Cruising Sailors Forum Archive

The achilles heel of Tayana 37s

Not surprised at all. This eventual situation has been posted to the Tayana Owners Group many times in the past. That bobstay and its water line connection simply holds up the entire rig.

Several problems with this design ... 2 material issues and one 'engineering'.

The forestay (not the headstay) is only pinned to the bowsprit, so if you lose the bobstay , the sprit lifts and also take the forestay (staysail) with it. The HCs have a 'gammon iron' connection for the forestay, a gammon is essentially a 'stirrup' through which the sprit passes. The gammon is connected to the hull, not the sprit.
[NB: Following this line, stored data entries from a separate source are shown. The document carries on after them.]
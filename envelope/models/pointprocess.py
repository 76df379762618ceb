"""Point-process presence/background model: penalised, heavily background-weighted logistic regression."""

from __future__ import annotations

import numpy as np
from scipy.special import expit, logsumexp
from sklearn.base import BaseEstimator
from sklearn.linear_model import LogisticRegression
from sklearn.model_selection import GroupKFold, StratifiedKFold

from envelope.errors import InputError, ModelError
from envelope.models.features import DEFAULT_CLASSES, FEATURE_CLASSES, FeatureExpander
from envelope.models.base import PresenceBackgroundClassifier
from envelope.models.selection import one_standard_error_choice
from envelope.models.tuning import clear_path_cache, score_paths  # noqa: F401 (clear_path_cache: re-exported)

# Multiplier of the default background weight: total background weight = 100 x presences.
# Fithian & Hastie (2013) show the weighted fit tends to the IPP as this grows; at 100 the
# slopes are within ~0.05 % of the limit in REFERENCES item 9 (W = 100 row).
BACKGROUND_WEIGHT_FACTOR = 100.0
DEFAULT_CS = np.logspace(0, 3, 7)  # 1 ... 1000, on the per-presence scale of C
_LOG_LN2 = np.log(np.log(2.0))     # eta at which 1 - exp(-exp(eta)) = 0.5
# The log-effort column is standardised and multiplied by this before the penalised solve,
# so its penalty is 100 times weaker than a climate feature's (the device liblinear's
# intercept_scaling uses for the intercept); the intercept and the effort slope are then
# solved again without any penalty for the fitted climate slopes.
EFFORT_SCALING = 100.0

#: Candidate feature sets of ``classes="cv"``, simplest first; each adds one class to the last.
FEATURE_SETS = (("linear", "quadratic"), ("linear", "quadratic", "hinge"),
                ("linear", "quadratic", "product", "hinge"))
#: What ``classes="cv"`` and ``C="cv"`` score on each held-out fold.
CV_CRITERION = "held-out AUC of the linear predictor (presences against background), mean over folds"
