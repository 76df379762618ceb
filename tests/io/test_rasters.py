"""Raster readers and writers against files written by rasterio and xarray themselves."""

import logging

import netCDF4
import numpy as np
import pandas as pd
import pytest
import rasterio
import xarray as xr
from pyproj import CRS
from rasterio.transform import from_origin

from envelope.errors import GridMismatchError, InputError, OutputExistsError
from envelope.io.rasters import open_climate, open_layer, read_tags
from envelope.io.writing import write_raster
from tests.conftest import make_stack

RNG = np.random.default_rng(7)


def _tif(path, data, *, descriptions=None, units=None, nodata=None, crs="EPSG:4326",
         transform=from_origin(-150.0, 45.0, 0.1, 0.1), dtype="float32"):
    data = np.asarray(data, dtype=dtype)
    if data.ndim == 2:
        data = data[None]
    with rasterio.open(path, "w", driver="GTiff", width=data.shape[2], height=data.shape[1],
                       count=data.shape[0], dtype=dtype, crs=crs, transform=transform, nodata=nodata) as dst:
        dst.write(data)
        for i in range(data.shape[0]):
            if descriptions:
                dst.set_band_description(i + 1, descriptions[i])
            if units:
                dst.update_tags(i + 1, units=units[i])
    return path


def _nc(path, ds):
    ds.to_netcdf(path, engine="netcdf4")
    return path


def _lat_lon_ds(lat, lon, **variables):
    return xr.Dataset({k: (("lat", "lon"), v, {"units": "degC"}) for k, v in variables.items()},
                      coords={"lat": ("lat", lat, {"units": "degrees_north"}),
                              "lon": ("lon", lon, {"units": "degrees_east"})})


# --------------------------------------------------------------------------- GeoTIFF readers


def test_multiband_descriptions_units_nodata(tmp_path):
    data = RNG.normal(size=(3, 6, 8)).astype("float32")
    data[1, 2, 3] = -9999.0
    path = _tif(tmp_path / "clim.tif", data, descriptions=["bio1", "bio12", "gdd5"],
                units=["degC", "mm", "degC day"], nodata=-9999.0)
    stack = open_climate(path)
    # Source: the file as written by rasterio above (descriptions, tags, nodata)
    assert stack.dims == ("variable", "y", "x") and stack.dtype == np.float32
    assert list(stack["variable"].values) == ["bio1", "bio12", "gdd5"]
    assert list(stack["units"].values) == ["degC", "mm", "degC day"]
    assert stack.chunks is not None and stack.rio.crs.to_epsg() == 4326
    assert np.isnan(stack.values[1, 2, 3])
    np.testing.assert_array_equal(stack.values[0], data[0])
    assert stack["y"].values[0] == pytest.approx(44.95) and stack["x"].values[0] == pytest.approx(-149.95)
    picked = open_climate(path, variables=["gdd5", "bio1"], rename={"bio12": "prec"})
    assert list(picked["variable"].values) == ["gdd5", "bio1"]
    with pytest.raises(InputError, match="variables: tmax not found .*bio1, prec, gdd5"):
        open_climate(path, variables=["tmax"], rename={"bio12": "prec"})
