import { json } from '@sveltejs/kit';
import { watcherChangeSchema } from '$lib/schemas/alert-settings';
import { listWatchers, setWatcher } from '$lib/server/alerts/recipients';
import { endpoint, readJson, requireApiMember } from '$lib/server/api';
import { failureResponse } from '$lib/server/sessions/responses';
import type { RequestHandler } from './$types';

/** Who is told of the session's alerts, and why. */
export const GET: RequestHandler = endpoint(async (event) => {
	const member = await requireApiMember(event, 'sessions.view');
	const result = await listWatchers(member, event.params.sessionId);
	if (!result.ok) return failureResponse(result);
	return json({ watchers: result.watchers });
});

/** Adds a member (`{ userId, watching: true }`) or takes one off (`watching: false`); answers the new list. */
export const POST: RequestHandler = endpoint(async (event) => {
	const member = await requireApiMember(event, 'plans.edit');
	const input = await readJson(event.request, watcherChangeSchema);
	if (input instanceof Response) return input;
	const result = await setWatcher(member, event.params.sessionId, input.userId, input.watching);
	if (!result.ok) return failureResponse(result);
	return json({ watchers: result.watchers });
});
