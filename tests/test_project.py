"""Project files (.lagwise): round trips, refits without the data file, damaged files,
atomic saves, format versions, linked data, autosave recovery files and the command line.

Check values come from outside the project: SHA-256 digests from hashlib, times parsed by
datetime.fromisoformat, tables compared with pandas' own testing helpers, and estimates
compared with a fit of the original data file by models.estimate.fit.
"""

from __future__ import annotations

import hashlib
import json
import os
import re
import shutil
import subprocess
import sys
from dataclasses import replace
from datetime import datetime, timezone
from pathlib import Path

import numpy as np
import pandas as pd
import pytest
from hypothesis import HealthCheck, given, settings
from hypothesis import strategies as st

from full_disk import fill_disk

from lagwise.desktop.cli import main
from lagwise.models.diary import TimeSettings
from lagwise.models.errors import DataError, LagwiseError, ProjectError, SpecError
from lagwise.models.estimate import fit
from lagwise.models.preparation import Step, apply_steps, steps_to_json
from lagwise.models.project import (
    FORMAT_VERSION, MAX_DEPTH, LinkedDataChanged, LinkedDataMissing, Project,
    ProjectVersionTooNew, discard_recovery, embed_file, embed_table, file_sha256,
    find_recoveries, find_recovery, link_file, open_project, project_diary, project_table,
    recovery_path, relink_data, save_project, table_from_json, table_to_json, upgrade_0_to_1,
    with_estimate, write_recovery,
)
from lagwise.models.estimators import FitOptions
from lagwise.models.spec import make_spec
from lagwise.models.timegrid import diary_from_frame

DEMO = Path(__file__).resolve().parents[1] / "resources" / "demo" / "demo_diary.csv"
GRID = TimeSettings(mode="grid", day="day", prompt="prompt")
# The demo's three states, as resources/demo/README.md lists them.
DEMO_STATES = {"tension": ["tense", "restless", "worried"],
               "low mood": ["sad", "flat", "hopeless"],
               "energy": ["lively", "focused", "rested"]}
DEMO_SPEC = make_spec(DEMO_STATES)
STATE_ARGS = [arg for name, items in DEMO_STATES.items()
              for arg in ("--state", f"{name}={','.join(items)}")]
# Examples per damaged-document test (raise LAGWISE_DAMAGE_EXAMPLES for a longer search).
DAMAGE = settings(max_examples=int(os.environ.get("LAGWISE_DAMAGE_EXAMPLES", 60)),
                  deadline=None, suppress_health_check=[HealthCheck.too_slow])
The sprit is only throughbolted to the decking .... huh?

You really have to open and inspect that waterline bobstay connection every few years to search for crevice corrosion ... I 'think' Tayana used 302 stainless for the OEM bolting. The design was pre-1975 when we then only learned about the 'crevice corrosion' was a major problem with 300 series stainless.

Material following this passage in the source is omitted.